In the Microsoft.SCX.Authoring.Guide.xml file, replace the <LanguagePacks/> section with the preceding XML.

Observing the Monitor

If this monitor fails, a state change will occur. This state change will trigger the execution of a recovery task, as described in the Create a Recovery Task topic.

To observe the monitor function within Operations Manager, save the file, Microsoft.SCX.Authoring.Guide.xml, and import the management pack into the Operations Manager management group, as described in the Required Management Pack Definitions topic. Remember to increment the version in the manifest section and then import the management pack into the Operations console.

From the earlier discovery, the SampleAppHealth.sh script should still be in the /tmp folder on the UNIX-based or Linux-based server. If not, follow the instructions for putting the scripts on the UNIX-based or Linux-based computer that are found in the Enable Application Discovery topic.

Observe System Health from Diagram View

  1. From the Monitoring Node, select Unix/Linux Servers.

  2. Right-click the server name.

  3. Select Open: Diagram View.

  4. A new view is opened.

Health of the computer is determined by the active monitors that are targeted at the system; File System, Network, Operating System, and now Microsoft.SCX.Sample.Application, which is targeted and active.
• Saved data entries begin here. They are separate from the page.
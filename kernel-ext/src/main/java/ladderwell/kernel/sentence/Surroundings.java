package ladderwell.kernel.sentence;

import java.util.List;
import java.util.Optional;

/** What a sentence can see: the names declared before it. */
public interface Surroundings {
    /** Every declared name, in the order of declaration. */
    List<Known> all();

    /** What a name stands for, variables of the Java session included. */
    Optional<Known> find(String name);
}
By adding the monitor, the Application now has Health data to report.

Observe Health Explorer

  1. Right-click Microsoft.SCX.Sample.Application in the Diagram window.

  2. Select Health Explorer.

The Entity Health has a green circle with a check next to it. This view is showing overall Health. Expand the Health Explorer Tree to view the Sample App MD5 Hash Monitor and observer the circle next to the monitor also has a green check mark.
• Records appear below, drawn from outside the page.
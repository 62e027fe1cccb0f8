package ladderwell.kernel.sentence;

import java.util.List;
import java.util.stream.Collectors;
import ladderwell.quantity.Kind;

/**
 * A key of the language: the word before a value.
 *
 * @param word the word, lower case
 * @param form what its value looks like
 * @param kinds what its unit may measure, most usual first; empty where the form is no {@link Form#QUANTITY}
 * @param noun the noun whose names it takes; empty where the form is no {@link Form#REFERENCE}
 * @param least smallest whole number allowed
 * @param most largest whole number allowed
 * @param example a value as one would type it
 * @param meaning one line that says what it is
 * @param formula how it enters; may be empty
 * @param standard what holds where it is not given; empty where it must be given or nothing holds
 * @param choices the words that it takes; empty where the form is no {@link Form#CHOICE}
 * @param called how messages of physics call the value; mostly the word itself
 */
public record Key(
        String word,
        Form form,
        List<Kind> kinds,
        String noun,
        long least,
        long most,
        String example,
        String meaning,
        String formula,
        String standard,
        List<String> choices,
        String called) {

    /** Copies the lists. */
    public Key {
        kinds = List.copyOf(kinds);
        choices = List.copyOf(choices);
    }

    static Key quantity(String word, String meaning, Kind... kinds) {
        List<Kind> all = List.of(kinds);
        return new Key(word, Form.QUANTITY, all, "", 0, 0, all.get(0).example(), meaning, "", "", List.of(), word);
    }

    static Key of(String word, Form form, String example, String meaning) {
        return new Key(word, form, List.of(), "", 0, Long.MAX_VALUE, example, meaning, "", "", List.of(), word);
    }

    static Key count(String word, long least, long most, String example, String meaning) {
        return new Key(word, Form.COUNT, List.of(), "", least, most, example, meaning, "", "", List.of(), word);
    }

    static Key reference(String word, String noun, String example, String meaning) {
        return new Key(word, Form.REFERENCE, List.of(), noun, 0, 0, example, meaning, "", "", List.of(), word);
    }

    static Key choice(String word, String meaning, String... choices) {
        List<String> all = List.of(choices);
        return new Key(word, Form.CHOICE, List.of(), "", 0, 0, all.get(0), meaning, "", "", all, word);
    }

    /** The key of a parameter that a formula names. */
    static Key parameter(String name) {
        return of(name, Form.AMOUNT, "2 eV/angstrom^2", "a parameter of the formula");
    }

    Key formula(String text) {
        return new Key(word, form, kinds, noun, least, most, example, meaning, text, standard, choices, called);
    }

    Key standard(String text) {
        return new Key(word, form, kinds, noun, least, most, example, meaning, formula, text, choices, called);
    }

    Key called(String text) {
        return new Key(word, form, kinds, noun, least, most, example, meaning, formula, standard, choices, text);
    }

    /** The key with a value, as one would type it: "mass 40 u". */
    public String typed() {
        return example.isEmpty() ? word : word + " " + example;
    }

    /** What its value must be, with an example: "a mass such as 40 u". */
    public String expected() {
        return switch (form) {
            case FLAG -> "no value";
            case QUANTITY ->
                kinds.stream()
                        .map(kind -> kind.word() + " such as " + kind.example())
                        .collect(Collectors.joining(" or "));
            case AMOUNT -> "a number with its unit such as " + example;
            case TEXT -> "a text in quotes such as " + example;
            case NUMBER -> "a plain number such as " + example;
            case COUNT -> "a whole number such as " + example;
            case COMPLEX -> "a complex number such as " + example;
            case CHOICE -> Words.either(choices);
            case COUNTS -> "whole numbers such as " + example;
            case COMPLEXES -> "numbers, real or complex, such as " + example;
            case REFERENCE -> "the name of " + Words.article(noun);
            case NEW_NAME -> "a new name such as " + example;
        };
    }
}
Modify the SampleAppHealth.sh script in the /tmp directory

  1. Edit the file; add an extra character to the script and save file.

  2. Return to the Health Explorer window.

  3. Wait 30 seconds, and then press F5.

Notice that there is a red circle with an X next to the monitor and that the Entity Health also shows a red circle with an X. The computer is now in an unhealthy state.

It is possible to manually replace the monitored script with a correct version; however, it is also possible to create a task to initiate the update on demand and to create a recovery task to restore a computer from an unhealthy state automatically. The next topics cover the method of creating both a task and a recovery task.

Monitor Customization

Every monitor requires the following:

  • A target, typically a discovered computer or network device

  • A monitor definition

  • An associated unit-monitor type

  • String resource definitions and literal strings

Minimally, you can customize this sample monitor by changing the configuration values in the unit monitor for Microsoft.SCX.Authoring.Guide.CheckMd5Script.Monitor. The three attributes (command, Md5, and interval) all contain strings. A different validation method or file location can be inserted. Any updates to the script will require that the Md5 value be updated. The interval can be changed to something more appropriate in a production environment. Usually, scripts do not change frequently, so an interval of either 24 hours (86,400 seconds) or one week (604,800 seconds) is appropriate, depending on the required frequency of script updates.

To customize this monitor to provide the same validation process for a new application, create a new discovery, define a new unit monitor with the target matching the new discovery, update the command to point to the new script, and update the Md5 value. Because the validation process is identical, you do not have to change the monitor type or any of the alert messages.